◆ Records shown ◆

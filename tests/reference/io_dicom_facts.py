#!/usr/bin/python3
"""Reference facts for the DICOM decoder (src/io/dicom.ts) on more pydicom test files than
docs/references.md §12.1 lists: multi-frame, 32-bit, RLE multi-frame, RGB, Deflated, and a CT file with
a Rescale Intercept. Pixels are read by Debian's python3-pydicom 2.3.1 (pixel_array; Modality LUT by
pydicom.pixel_data_handlers.util.apply_modality_lut; RGB → Y = 0.2125 R + 0.7154 G + 0.0721 B as in
skimage.color.rgb2gray, on stored values).
Files: /usr/lib/python3/dist-packages/pydicom/data/test_files/, Expat (MIT), © 2008-2018 Darcy Mason
and pydicom contributors (/usr/share/doc/python3-pydicom/copyright).
Run: /usr/bin/python3 tests/reference/io_dicom_facts.py   (writes tests/reference/fixtures/io-dicom.json)
"""
import json
import os

import numpy as np
import pydicom
from pydicom.pixel_data_handlers.util import apply_modality_lut

DIR = '/usr/lib/python3/dist-packages/pydicom/data/test_files/'
HERE = os.path.dirname(os.path.abspath(__file__))
WEIGHTS = np.array([0.2125, 0.7154, 0.0721])


def frame_facts(a):
    a = np.asarray(a, dtype=np.float64)
    ny, nx = a.shape
    picks = [[0, 0], [ny // 2, nx // 3], [ny - 1, nx - 1]]
    return {'sum': float(a.sum()), 'min': float(a.min()), 'max': float(a.max()), 'pixels': [[r, c, float(a[r, c])] for r, c in picks]}


files = []
for name in ['rtdose.dcm', 'rtdose_rle.dcm', 'rtdose_expb.dcm', 'SC_rgb_rle_2frame.dcm', 'SC_rgb_rle_16bit_2frame.dcm', 'image_dfl.dcm', 'CT_small.dcm']:
    ds = pydicom.dcmread(DIR + name)
    pixels = apply_modality_lut(ds.pixel_array, ds)
    frames = int(ds.get('NumberOfFrames', 1))
    if frames == 1:
        pixels = pixels[np.newaxis]
    if ds.SamplesPerPixel == 3:
        pixels = pixels @ WEIGHTS
    files.append(
        {
            'file': name,
            'transferSyntax': str(ds.file_meta.TransferSyntaxUID),
            'rows': int(ds.Rows),
            'columns': int(ds.Columns),
            'frames': frames,
            'frameFacts': [frame_facts(pixels[f]) for f in range(frames)],
        }
    )

with open(os.path.join(HERE, 'fixtures', 'io-dicom.json'), 'w') as f:
    json.dump({'generator': f'pydicom {pydicom.__version__}, numpy {np.__version__}', 'files': files}, f, indent=1)
    f.write('\n')
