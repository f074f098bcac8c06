import { mkdtempSync, readFileSync, rmSync } from 'node:fs';
import { tmpdir } from 'node:os';
import { join } from 'node:path';
import { buildApp } from '../../src/app.ts';
import { readRawKspace } from '../../src/io/ismrmrd/read-raw-kspace.ts';
import { medianMs } from './timing.ts';

/**
 * One raw-import measurement in a fresh process, so its peak resident set is the import's own:
 * `read` times readRawKspace in this thread; `post` times POST /v1/raw on a service with one
 * worker thread (the import runs there). Prints { medianMs, peakRssMiB, baselineRssMiB } as JSON.
 * Run by raw-import.bench.ts: tsx tests/bench/raw-import-probe.ts read|post FILE
 */
const [mode, path] = process.argv.slice(2);
const bytes = new Uint8Array(readFileSync(path));
const mib = (kib: number) => kib / 1024;
const baselineRssMiB = mib(process.resourceUsage().maxRSS);
let median: number;
if (mode === 'read') {
  median = await medianMs(() => readRawKspace(bytes), 3, 1);
} else {
  const dataDir = mkdtempSync(join(tmpdir(), 'kspace-bench-raw-'));
  // The generator's 32-coil 256² file (≈ 81 MiB) is above the default 64 MiB MAX_UPLOAD_BYTES.
  const app = await buildApp({ dataDir, workers: 1, limits: { maxUploadBytes: 256 * 2 ** 20 } });
  try {
    await app.listen({ port: 0, host: '127.0.0.1' });
    const address = app.server.address();
    const url = `http://127.0.0.1:${typeof address === 'object' && address ? address.port : 0}/v1/raw`;
    median = await medianMs(
      async () => {
        const form = new FormData();
        form.append('file', new Blob([bytes]), 'raw.h5');
        const res = await fetch(url, { method: 'POST', body: form });
        if (res.status !== 201) throw new Error(`raw import refused: ${res.status} ${await res.text()}`);
        await res.arrayBuffer();
      },
      3,
      1,
    );
  } finally {
    await app.close();
    rmSync(dataDir, { recursive: true, force: true });
  }
}
console.log(
  JSON.stringify({ medianMs: median, peakRssMiB: mib(process.resourceUsage().maxRSS), baselineRssMiB }),
);
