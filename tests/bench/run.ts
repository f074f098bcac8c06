import { benchFft } from './fft.bench.ts';
import type { BenchRow } from './timing.ts';

/**
 * `npm run bench`: every benchmark group in turn, one table of medians from this one run.
 * Groups are optional modules so a missing engine only drops its rows.
 */
type Group = { title: string; run: () => Promise<BenchRow[]> };

async function optional(title: string, path: string, exportName: string): Promise<Group | null> {
  try {
    const mod = (await import(path)) as Record<string, () => Promise<BenchRow[]>>;
    const run = mod[exportName];
    return typeof run === 'function' ? { title, run } : null;
  } catch (error) {
    console.error(`(${title}: not run — ${(error as Error).message})`);
    return null;
  }
}

const groups: Group[] = [{ title: 'FFT', run: benchFft }];
for (const [title, path, name] of [
  ['phantoms', './phantoms.bench.ts', 'benchPhantoms'],
  ['metrics', './metrics.bench.ts', 'benchMetrics'],
  ['sampling', './sampling.bench.ts', 'benchSampling'],
  ['encoding', './encoding.bench.ts', 'benchEncoding'],
  ['parallel imaging', './parallel-imaging.bench.ts', 'benchParallelImaging'],
  ['nufft', './nufft.bench.ts', 'benchNufft'],
  ['reconstruction', './recon.bench.ts', 'benchRecon'],
  ['coil reconstruction', './coil-recon.bench.ts', 'benchCoilRecon'],
  ['fidelity', './fidelity.bench.ts', 'benchFidelity'],
  ['wavelets', './wavelet.bench.ts', 'benchWavelet'],
  ['solver speed', './solver-speed.bench.ts', 'benchSolverSpeed'],
  ['cs-tv speed', './cs-tv-speed.bench.ts', 'benchCsTvSpeed'],
  ['planning', './plan.bench.ts', 'benchPlan'],
  ['service', './service.bench.ts', 'benchService'],
  ['coil maps', './coil-maps.bench.ts', 'benchCoilMaps'],
  ['raw import', './raw-import.bench.ts', 'benchRawImport'],
  ['job queue', './queue.bench.ts', 'benchQueue'],
  ['volumes', './volume.bench.ts', 'benchVolume'],
  ['3D raw data', './raw-3d.bench.ts', 'benchRaw3d'],
] as const) {
  const group = await optional(title, path, name);
  if (group) groups.push(group);
}

console.log(`k-space planner benchmarks — node ${process.version}, ${new Date().toISOString()}`);
console.log('| group | benchmark | median ms | note |');
console.log('|---|---|---|---|');
for (const group of groups) {
  const rows = await group.run();
  for (const row of rows) {
    console.log(`| ${group.title} | ${row.name} | ${row.medianMs.toFixed(2)} | ${row.note ?? ''} |`);
  }
}
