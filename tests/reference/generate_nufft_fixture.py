#!/usr/bin/python3
"""Reference values for the NUFFT, density compensation and trajectory tests of k-space planner.

Run with Debian's interpreter and numpy (python3-numpy):

    /usr/bin/python3 tests/reference/generate_nufft_fixture.py

Writes tests/reference/fixtures/nufft.json:
- the modified Bessel function I0 (numpy.i0) at a few arguments;
- Kaiser-Bessel shape beta = pi*sqrt((W/alpha)^2 (alpha - 1/2)^2 - 0.8) (Beatty, Nishimura & Pauly 2005)
  for several (W, alpha);
- the kernel's Fourier transform c(x) = W sinh(sqrt(b^2 - pi^2 W^2 x^2)) / sqrt(...) (Jackson et al.
  1991 kernel, transform of the unnormalised I0 window), both by the closed form and by Gauss-Legendre
  quadrature of the window with numpy.i0, at W = 4, beta = 8.9962;
- the golden angle 180/phi (Winkelmann et al. 2007) and tiny golden angles 180/(phi + N - 1),
  N = 1..10 (Wundrak et al. 2016), in degrees;
- radial Nyquist spoke counts ceil(pi/2 N);
- a direct non-uniform DFT of a seeded random complex image at seeded random points, in the
  project's convention y_p = (1/sqrt(nx ny)) sum x[i, j] exp(-i 2 pi (kx n / nx - ky m / ny)),
  n = j - nx//2, m = i - ny//2, kx, ky in cycles per field of view (y up);
- the relative error of a one-dimensional Kaiser-Bessel type-2 NUFFT written here in numpy
  (N = 128, 400 uniform random k, oversampling 2) against the direct sum, for W = 2, 3, 4, 6.
Inputs are integers times powers of two (exact in float64); outputs are float64 literals.
"""

import json
import math
import os

import numpy as np

HERE = os.path.dirname(os.path.abspath(__file__))
OUT = os.path.join(HERE, 'fixtures', 'nufft.json')

PHI = (1 + math.sqrt(5)) / 2


def beatty_beta(width, alpha):
    return math.pi * math.sqrt((width / alpha) ** 2 * (alpha - 0.5) ** 2 - 0.8)


def kb_transform_closed(x, width, beta):
    d = beta**2 - (math.pi * width * x) ** 2
    if d > 0:
        r = math.sqrt(d)
        return width * math.sinh(r) / r
    if d < 0:
        r = math.sqrt(-d)
        return width * math.sin(r) / r
    return float(width)


def kb_transform_quadrature(x, width, beta, nodes=400):
    t, w = np.polynomial.legendre.leggauss(nodes)
    u = t * width / 2
    window = np.i0(beta * np.sqrt(np.maximum(0.0, 1 - (2 * u / width) ** 2)))
    return float(np.sum(w * window * np.cos(2 * np.pi * u * x)) * width / 2)


def direct_ndft(image, kx, ky):
    ny, nx = image.shape
    n = np.arange(nx) - nx // 2
    m = np.arange(ny) - ny // 2
    ex = np.exp(-2j * np.pi * np.outer(kx, n) / nx)  # points x columns
    ey = np.exp(+2j * np.pi * np.outer(ky, m) / ny)  # points x rows (rows run against ky)
    return np.einsum('pi,ij,pj->p', ey, image, ex) / math.sqrt(nx * ny)


def nufft_1d_error(width, alpha=2, size=128, points=400, seed=5):
    rng = np.random.default_rng(seed)
    x = rng.standard_normal(size) + 1j * rng.standard_normal(size)
    k = rng.uniform(-0.5, 0.5, points)  # cycles per sample
    n = np.arange(size) - size // 2
    exact = np.exp(-2j * np.pi * np.outer(k, n)) @ x
    beta = beatty_beta(width, alpha)
    grid_size = int(alpha * size)
    deapod = np.array([kb_transform_closed(v / grid_size, width, beta) for v in n])
    padded = np.zeros(grid_size, complex)
    padded[n % grid_size] = x / deapod
    spectrum = np.fft.fft(padded)
    g = k * grid_size
    approx = np.zeros(points, complex)
    for p in range(points):
        first = math.ceil(g[p] - width / 2)
        for l in range(first, math.floor(g[p] + width / 2) + 1):
            u = g[p] - l
            s = 1 - (2 * u / width) ** 2
            approx[p] += spectrum[l % grid_size] * np.i0(beta * math.sqrt(max(s, 0.0)))
    return float(np.linalg.norm(approx - exact) / np.linalg.norm(exact))


def main():
    widths_alphas = [(2, 2), (3, 2), (4, 2), (6, 2), (4, 1.5), (6, 1.5), (4, 1.25), (6, 1.25), (8, 1.25)]
    beta_rows = [{'width': w, 'oversampling': a, 'beta': beatty_beta(w, a)} for (w, a) in widths_alphas]

    beta_ref = 8.9962
    xs = [0.0, 0.1, 0.25, 0.5, 0.8]
    transform = [
        {
            'x': x,
            'closedForm': kb_transform_closed(x, 4, beta_ref),
            'quadrature': kb_transform_quadrature(x, 4, beta_ref),
        }
        for x in xs
    ]

    tiny = [{'n': n, 'degrees': 180.0 / (PHI + n - 1)} for n in range(1, 11)]
    spokes = [{'side': n, 'spokes': math.ceil(math.pi / 2 * n)} for n in (64, 128, 256, 320)]

    rng = np.random.default_rng(20260)
    ny, nx = 18, 24
    image_scale = 2.0**-8
    k_scale = 2.0**-10
    re = rng.integers(-512, 512, size=(ny, nx))
    im = rng.integers(-512, 512, size=(ny, nx))
    image = (re + 1j * im) * image_scale
    points = 300
    kx_int = rng.integers(-(nx // 2 + 3) * 1024, (nx // 2 + 3) * 1024, size=points)
    ky_int = rng.integers(-(ny // 2 + 3) * 1024, (ny // 2 + 3) * 1024, size=points)
    kx = kx_int * k_scale
    ky = ky_int * k_scale
    y = direct_ndft(image, kx, ky)
    interleaved_image = np.empty(2 * nx * ny, dtype=np.int64)
    interleaved_image[0::2] = re.ravel()
    interleaved_image[1::2] = im.ravel()
    samples = np.empty(2 * points)
    samples[0::2] = y.real
    samples[1::2] = y.imag

    errors_1d = [{'width': w, 'oversampling': 2, 'relativeError': nufft_1d_error(w)} for w in (2, 3, 4, 6)]

    fixture = {
        'generator': 'tests/reference/generate_nufft_fixture.py',
        'versions': {'numpy': np.__version__},
        'besselI0': [{'x': x, 'value': float(np.i0(x))} for x in (0.0, 0.5, 1.0, 5.0, 8.9962, 13.8551, 20.0)],
        'beta': beta_rows,
        'kaiserBesselTransform': {'width': 4, 'beta': beta_ref, 'values': transform},
        'goldenAngles': tiny,
        'nyquistSpokes': spokes,
        'ndft': {
            'nx': nx,
            'ny': ny,
            'imageScale': image_scale,
            'kScale': k_scale,
            'image': interleaved_image.tolist(),
            'kx': kx_int.tolist(),
            'ky': ky_int.tolist(),
            'samples': samples.tolist(),
        },
        'nufft1dErrors': errors_1d,
    }
    with open(OUT, 'w') as f:
        json.dump(fixture, f, separators=(',', ':'))
        f.write('\n')


if __name__ == '__main__':
    main()
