#!/usr/bin/env bash
# Regenerates the ISMRMRD raw-data fixtures (tests/io/ismrmrd). Needs Debian's ismrmrd-tools 1.8
# (ismrmrd_generate_cartesian_shepp_logan, the reference implementation's phantom generator:
# 4 coils, 64×64 reconstructed matrix, 2× readout oversampling, noise level 0.05, one noise-scan
# record) and python3-h5py / python3-numpy for the derived files and the reference image.
#   apt-get install ismrmrd-tools python3-h5py python3-numpy
set -euo pipefail
cd "$(dirname "$0")/../.."
out=tests/fixtures/ismrmrd
mkdir -p "$out"
ismrmrd_generate_cartesian_shepp_logan --matrix 64 --coils 4 --oversampling 2 --noise-level 0.05 \
  --noise-calibration --output "$out/shepp-logan-4coil.h5"
/usr/bin/python3 tests/reference/generate_ismrmrd_fixture.py "$out/shepp-logan-4coil.h5"
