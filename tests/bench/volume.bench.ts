import { execFileSync } from 'node:child_process';
import { fileURLToPath } from 'node:url';
import { niftiFloat32Volumes } from '../../src/io/nifti-writer.ts';
import { type BenchRow, median, medianMs } from './timing.ts';

/**
 * A 3D plan cell on a 128³ volume (Poisson-disc R = 4 on the 128×128 ky–kz plane, 128 hybrid-space
 * x-planes reconstructed in one thread), each case in its own process so the peak RSS is the cell's:
 * zero-filled (acquisition, readout transform, scoring: the fixed cost of a volume) and cs-tv at
 * 20 iterations. Wall time is the median of the process's runs.
 */
export async function benchVolume(): Promise<BenchRow[]> {
  const script = fileURLToPath(new URL('./volume-cell-process.ts', import.meta.url));
  const cases = [
    { label: 'zero-filled', method: { name: 'zero-filled' }, runs: 3 },
    { label: 'cs-tv 20 it', method: { name: 'cs-tv', iterations: 20, tolerance: 0 }, runs: 1 },
  ];
  const rows: BenchRow[] = [];
  for (const c of cases) {
    const out = execFileSync(
      process.execPath,
      ['--import', 'tsx', script, JSON.stringify(c.method), String(c.runs)],
      {
        encoding: 'utf8',
        maxBuffer: 1 << 20,
      },
    );
    const { wallMs, baselineRssMiB, peakRssMiB, nrmse } = JSON.parse(out.trim().split('\n').pop() as string);
    rows.push({
      name: `3D cell 128³, ${c.label}`,
      medianMs: median(wallMs),
      note:
        `runs ${wallMs.map((t: number) => t.toFixed(0)).join(', ')} ms; peak RSS ${peakRssMiB.toFixed(0)} MiB ` +
        `(process before the cell ${baselineRssMiB.toFixed(0)} MiB); NRMSE ${nrmse.toFixed(4)}`,
    });
  }
  rows.push(await benchVolumeNifti());
  return rows;
}

/**
 * images.nii of a 128³ volume result: four float32 volumes (32 MiB) written with their rows flipped,
 * against one plain copy of the same bytes (the least any writer can do).
 */
export async function benchVolumeNifti(): Promise<BenchRow> {
  const n = 128;
  const volumes = Array.from({ length: 4 }, (_, t) => ({
    nx: n,
    ny: n,
    nz: n,
    data: Float32Array.from({ length: n ** 3 }, (_, i) => (i * (t + 1)) % 1000),
  }));
  const writerMs = await medianMs(() => niftiFloat32Volumes(volumes, 'bench'), 7, 1);
  const copyMs = await medianMs(
    () => {
      const out = new Float32Array(4 * n ** 3);
      volumes.forEach((v, t) => {
        out.set(v.data, t * n ** 3);
      });
      return out;
    },
    7,
    1,
  );
  return {
    name: 'images.nii of a 128³ volume result (4 × 8 MiB float32)',
    medianMs: writerMs,
    note: `${(writerMs / copyMs).toFixed(2)}× one plain copy of the same bytes (${copyMs.toFixed(1)} ms)`,
  };
}
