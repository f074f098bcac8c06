#!/usr/bin/python3
"""Reference values for the coil arrays, the SENSE g-factor and the trigonometric coil fit.

Run with Debian's interpreter and packages (python3-numpy, python3-scipy):

    /usr/bin/python3 tests/reference/generate_coil_fixtures.py

Writes tests/reference/fixtures/coils.json:
- sense_two_coils: the worked two-coil example (rows = coils, columns = the two folded pixels, Psi = I)
  through numpy.linalg.inv, g = sqrt(diag(inv(A)) * diag(A)), A = S^H Psi^-1 S
  (Pruessmann, Weiger, Scheidegger & Boesiger 1999);
- gaussian_array: 4 Gaussian-profile coils on a 32x32 grid, normalised to a unit root-sum-of-squares,
  and their analytic SENSE g-factor maps at R = 2 for Psi = I and for a ring covariance
  (neighbour correlation 0.2), with mean / 95th percentile (numpy's default linear interpolation) / max
  over a disc; the maps are sampled at a few pixels so the TypeScript builder can be checked too;
- loop_field: the off-axis field of a circular current loop from the closed form with complete
  elliptic integrals (scipy.special.ellipk / ellipe; Smythe, "Static and Dynamic Electricity", 1950,
  section 7.10 - from memory), in units of mu0*I/(4*pi) to match the Biot-Savart integral;
- trig_fit: least-squares coefficients of a trigonometric polynomial fitted to one of those maps with
  numpy.linalg.lstsq on the full 2D design matrix (the TypeScript fit separates the two axes).
The grid convention is the project's: column j at x = (j - nx//2)*2/nx, row i at y = -(i - ny//2)*2/ny.
"""

import json
import os

import numpy as np
import scipy
from scipy.special import ellipe, ellipk

HERE = os.path.dirname(os.path.abspath(__file__))
OUT = os.path.join(HERE, 'fixtures', 'coils.json')


def g_factors(S, psi):
    """g for the columns of S (coils x folded pixels)."""
    psi_inv = np.linalg.inv(psi)
    A = S.conj().T @ psi_inv @ S
    return np.sqrt(np.real(np.diag(np.linalg.inv(A))) * np.real(np.diag(A)))


def pixel_grid(nx, ny):
    x = (np.arange(nx) - nx // 2) * 2 / nx
    y = -(np.arange(ny) - ny // 2) * 2 / ny
    return np.meshgrid(x, y)  # X[i, j], Y[i, j]


def gaussian_maps(count, width, ring, start_deg, nx, ny):
    X, Y = pixel_grid(nx, ny)
    maps = np.zeros((count, ny, nx), dtype=complex)
    for c in range(count):
        phi = (start_deg + 360 * c / count) * np.pi / 180
        cx, cy = ring * np.cos(phi), ring * np.sin(phi)
        g = np.exp(-((X - cx) ** 2 + (Y - cy) ** 2) * (1 / (2 * width * width)))
        maps[c] = g * (np.cos(phi) + 1j * np.sin(phi))
    rss = np.sqrt(np.sum(np.abs(maps) ** 2, axis=0))
    return maps / rss


def ring_covariance(count, rho):
    psi = np.eye(count)
    for c in range(count):
        psi[c, (c + 1) % count] = rho
        psi[c, (c - 1) % count] = rho
    return psi


def g_map(maps, R, psi):
    C, ny, nx = maps.shape
    step = ny // R
    g = np.zeros((ny, nx))
    for i0 in range(step):
        rows = [i0 + k * step for k in range(R)]
        for j in range(nx):
            g[rows, j] = g_factors(maps[:, rows, j], psi)
    return g


def summary(values):
    return {'mean': float(np.mean(values)), 'p95': float(np.percentile(values, 95)), 'max': float(np.max(values))}


def loop_field(a, x, y, z):
    """Field of a loop of radius a in the plane z = 0, centred at the origin, current counter-clockwise
    seen from +z; units mu0*I/(4*pi). Cylindrical closed form, then Cartesian."""
    rho = np.hypot(x, y)
    den = (a + rho) ** 2 + z**2
    m = 4 * a * rho / den
    K, E = ellipk(m), ellipe(m)
    d2 = (a - rho) ** 2 + z**2
    bz = 2 / np.sqrt(den) * (K + (a * a - rho * rho - z * z) / d2 * E)
    brho = 2 * z / (rho * np.sqrt(den)) * (-K + (a * a + rho * rho + z * z) / d2 * E)
    return brho * x / rho, brho * y / rho, bz


def trig_design(nx, ny, order, period):
    X, Y = pixel_grid(nx, ny)
    cols = []
    for q in range(-order, order + 1):
        for p in range(-order, order + 1):
            cols.append(np.exp(2j * np.pi * (p * X + q * Y) / period).ravel())
    return np.stack(cols, axis=1)


def pairs(z):
    z = np.asarray(z).ravel()
    return [[float(v.real), float(v.imag)] for v in z]


def main():
    out = {'numpy': np.__version__, 'scipy': scipy.__version__}

    S = np.array([[0.8, 0.1], [0.15, 0.85]])
    out['sense_two_coils'] = {
        'S': S.tolist(),
        'g': g_factors(S, np.eye(2)).tolist(),
        'g_rows_as_pixels': g_factors(S.T, np.eye(2)).tolist(),
    }

    nx = ny = 32
    count, width, ring, start = 4, 0.6, 1.2, 90.0
    maps = gaussian_maps(count, width, ring, start, nx, ny)
    X, Y = pixel_grid(nx, ny)
    disc = (X**2 + Y**2 <= 0.75**2).astype(int)
    rho = 0.2
    g_white = g_map(maps, 2, np.eye(count))
    g_ring = g_map(maps, 2, ring_covariance(count, rho))
    sample_pixels = list(range(0, nx * ny, 37))
    out['gaussian_array'] = {
        'nx': nx,
        'ny': ny,
        'count': count,
        'width': width,
        'ringRadius': ring,
        'startAngleDeg': start,
        'acceleration': 2,
        'correlation': rho,
        'disc': disc.ravel().tolist(),
        'samplePixels': sample_pixels,
        'mapSamples': [pairs(maps[c].ravel()[sample_pixels]) for c in range(count)],
        'gWhite': g_white.ravel().tolist(),
        'gRing': g_ring.ravel().tolist(),
        'summaryWhite': summary(g_white[disc == 1]),
        'summaryRing': summary(g_ring[disc == 1]),
    }

    a = 0.35
    pts = np.array(
        [
            [0.1, 0.0, 0.0],
            [0.2, 0.1, 0.3],
            [0.5, 0.0, 0.1],
            [0.0, 0.6, -0.2],
            [0.3, -0.4, 0.5],
            [1.2, 0.7, 0.0],
            [-0.8, 0.2, 0.9],
            [0.05, 0.02, 1.5],
        ]
    )
    bx, by, bz = loop_field(a, pts[:, 0], pts[:, 1], pts[:, 2])
    out['loop_field'] = {
        'radius': a,
        'points': pts.tolist(),
        'field': np.stack([bx, by, bz], axis=1).tolist(),
    }

    fits = []
    for order, factor in [(3, 2), (2, 1), (4, 3)]:
        target = maps[1].ravel()
        design = trig_design(nx, ny, order, 2 * factor)
        coef, *_ = np.linalg.lstsq(design, target, rcond=None)
        residual = np.linalg.norm(design @ coef - target) / np.linalg.norm(target)
        fits.append(
            {
                'coil': 1,
                'order': order,
                'periodFactor': factor,
                'coefficients': pairs(coef),
                'relativeResidual': float(residual),
            }
        )
    out['trig_fit'] = fits

    with open(OUT, 'w') as f:
        json.dump(out, f, indent=1)
        f.write('\n')
    print('wrote', OUT)


if __name__ == '__main__':
    main()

◆ What the task requires ◆
The result is a copy of every line above where the word "degrees" shows up.

◆ Answer below ◆
  N = 1..10 (Wundrak et al. 2016), in degrees;
    tiny = [{'n': n, 'degrees': 180.0 / (PHI + n - 1)} for n in range(1, 11)]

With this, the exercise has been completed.